Start of Materials provided

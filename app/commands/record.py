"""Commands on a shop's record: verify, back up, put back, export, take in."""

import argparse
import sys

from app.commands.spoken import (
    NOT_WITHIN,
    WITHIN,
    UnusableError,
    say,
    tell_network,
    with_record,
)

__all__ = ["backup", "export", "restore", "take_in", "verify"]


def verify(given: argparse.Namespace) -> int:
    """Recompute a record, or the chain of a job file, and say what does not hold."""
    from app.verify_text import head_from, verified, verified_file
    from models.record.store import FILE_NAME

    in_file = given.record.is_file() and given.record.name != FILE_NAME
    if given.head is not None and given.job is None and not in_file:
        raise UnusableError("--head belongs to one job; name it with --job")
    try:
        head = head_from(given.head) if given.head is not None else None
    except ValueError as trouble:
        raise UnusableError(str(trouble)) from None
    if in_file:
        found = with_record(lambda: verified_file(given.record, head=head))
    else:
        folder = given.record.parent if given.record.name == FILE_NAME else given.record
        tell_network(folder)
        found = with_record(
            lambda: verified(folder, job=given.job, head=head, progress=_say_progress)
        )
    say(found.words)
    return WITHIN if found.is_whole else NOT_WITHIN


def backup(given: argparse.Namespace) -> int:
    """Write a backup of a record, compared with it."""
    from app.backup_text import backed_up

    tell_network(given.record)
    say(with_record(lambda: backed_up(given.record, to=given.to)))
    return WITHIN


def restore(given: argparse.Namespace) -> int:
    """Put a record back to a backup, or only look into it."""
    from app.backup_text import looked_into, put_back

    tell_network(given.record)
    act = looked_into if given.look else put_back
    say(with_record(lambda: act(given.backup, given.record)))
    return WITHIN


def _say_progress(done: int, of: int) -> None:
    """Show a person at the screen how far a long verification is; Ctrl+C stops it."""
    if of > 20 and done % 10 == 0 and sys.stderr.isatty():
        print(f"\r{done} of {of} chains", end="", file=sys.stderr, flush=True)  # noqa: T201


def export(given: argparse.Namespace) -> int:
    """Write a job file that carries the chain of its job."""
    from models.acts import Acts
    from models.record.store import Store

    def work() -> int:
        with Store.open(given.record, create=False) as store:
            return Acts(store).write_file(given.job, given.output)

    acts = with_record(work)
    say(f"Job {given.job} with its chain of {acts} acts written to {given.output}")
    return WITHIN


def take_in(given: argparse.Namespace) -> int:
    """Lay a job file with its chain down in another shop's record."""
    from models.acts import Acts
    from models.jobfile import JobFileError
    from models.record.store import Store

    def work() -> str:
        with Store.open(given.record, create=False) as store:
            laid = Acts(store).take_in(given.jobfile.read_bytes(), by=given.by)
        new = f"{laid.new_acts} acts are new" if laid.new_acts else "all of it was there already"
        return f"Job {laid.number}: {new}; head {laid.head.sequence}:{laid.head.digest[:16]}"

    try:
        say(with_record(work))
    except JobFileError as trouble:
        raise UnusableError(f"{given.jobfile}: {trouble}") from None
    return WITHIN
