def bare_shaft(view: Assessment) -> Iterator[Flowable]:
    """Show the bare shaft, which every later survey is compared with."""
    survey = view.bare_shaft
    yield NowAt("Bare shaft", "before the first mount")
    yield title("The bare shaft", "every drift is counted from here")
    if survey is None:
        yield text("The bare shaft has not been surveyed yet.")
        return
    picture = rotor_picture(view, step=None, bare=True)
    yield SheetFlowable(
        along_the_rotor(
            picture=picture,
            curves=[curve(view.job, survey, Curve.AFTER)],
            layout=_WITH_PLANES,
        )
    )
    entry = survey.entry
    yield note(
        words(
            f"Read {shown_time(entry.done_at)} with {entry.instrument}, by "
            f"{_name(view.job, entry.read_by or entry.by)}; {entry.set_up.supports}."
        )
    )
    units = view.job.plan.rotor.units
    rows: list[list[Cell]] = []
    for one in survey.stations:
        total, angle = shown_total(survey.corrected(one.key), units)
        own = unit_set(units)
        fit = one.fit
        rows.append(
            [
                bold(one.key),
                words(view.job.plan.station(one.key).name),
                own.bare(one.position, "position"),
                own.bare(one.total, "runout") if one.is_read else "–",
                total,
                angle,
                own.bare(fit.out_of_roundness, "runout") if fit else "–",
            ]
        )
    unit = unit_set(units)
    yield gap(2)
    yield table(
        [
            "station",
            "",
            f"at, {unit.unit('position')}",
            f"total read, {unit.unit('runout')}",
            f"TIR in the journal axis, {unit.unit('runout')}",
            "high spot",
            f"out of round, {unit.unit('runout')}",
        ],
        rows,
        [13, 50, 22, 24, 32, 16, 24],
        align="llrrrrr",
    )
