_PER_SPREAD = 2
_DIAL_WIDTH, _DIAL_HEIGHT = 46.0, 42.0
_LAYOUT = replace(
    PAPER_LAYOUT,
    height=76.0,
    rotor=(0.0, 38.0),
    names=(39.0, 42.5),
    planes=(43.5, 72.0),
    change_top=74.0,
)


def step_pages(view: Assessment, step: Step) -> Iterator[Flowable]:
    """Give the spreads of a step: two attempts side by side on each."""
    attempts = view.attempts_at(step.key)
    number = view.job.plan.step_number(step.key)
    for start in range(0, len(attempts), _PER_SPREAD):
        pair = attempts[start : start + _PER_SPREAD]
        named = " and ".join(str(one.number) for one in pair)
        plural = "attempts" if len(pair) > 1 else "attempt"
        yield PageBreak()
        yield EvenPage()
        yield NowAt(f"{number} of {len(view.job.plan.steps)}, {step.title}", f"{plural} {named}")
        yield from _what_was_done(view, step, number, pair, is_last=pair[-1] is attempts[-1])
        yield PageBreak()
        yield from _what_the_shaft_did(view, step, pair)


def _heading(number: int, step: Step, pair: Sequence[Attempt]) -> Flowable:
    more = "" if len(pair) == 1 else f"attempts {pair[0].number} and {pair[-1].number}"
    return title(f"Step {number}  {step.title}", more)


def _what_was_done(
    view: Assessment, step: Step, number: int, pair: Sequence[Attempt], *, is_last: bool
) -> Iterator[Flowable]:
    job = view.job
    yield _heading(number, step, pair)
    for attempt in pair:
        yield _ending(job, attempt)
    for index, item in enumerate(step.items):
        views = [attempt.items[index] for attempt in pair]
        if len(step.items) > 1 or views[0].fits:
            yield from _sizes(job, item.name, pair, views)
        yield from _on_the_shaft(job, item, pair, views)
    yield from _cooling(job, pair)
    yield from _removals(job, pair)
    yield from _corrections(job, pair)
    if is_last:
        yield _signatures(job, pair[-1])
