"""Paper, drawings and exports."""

End of Materials provided

Work request: Whenever a line in the listing above includes the word "except", return that line.

Exercise answer:
    except ValueError as trouble:
    except JobFileError as trouble:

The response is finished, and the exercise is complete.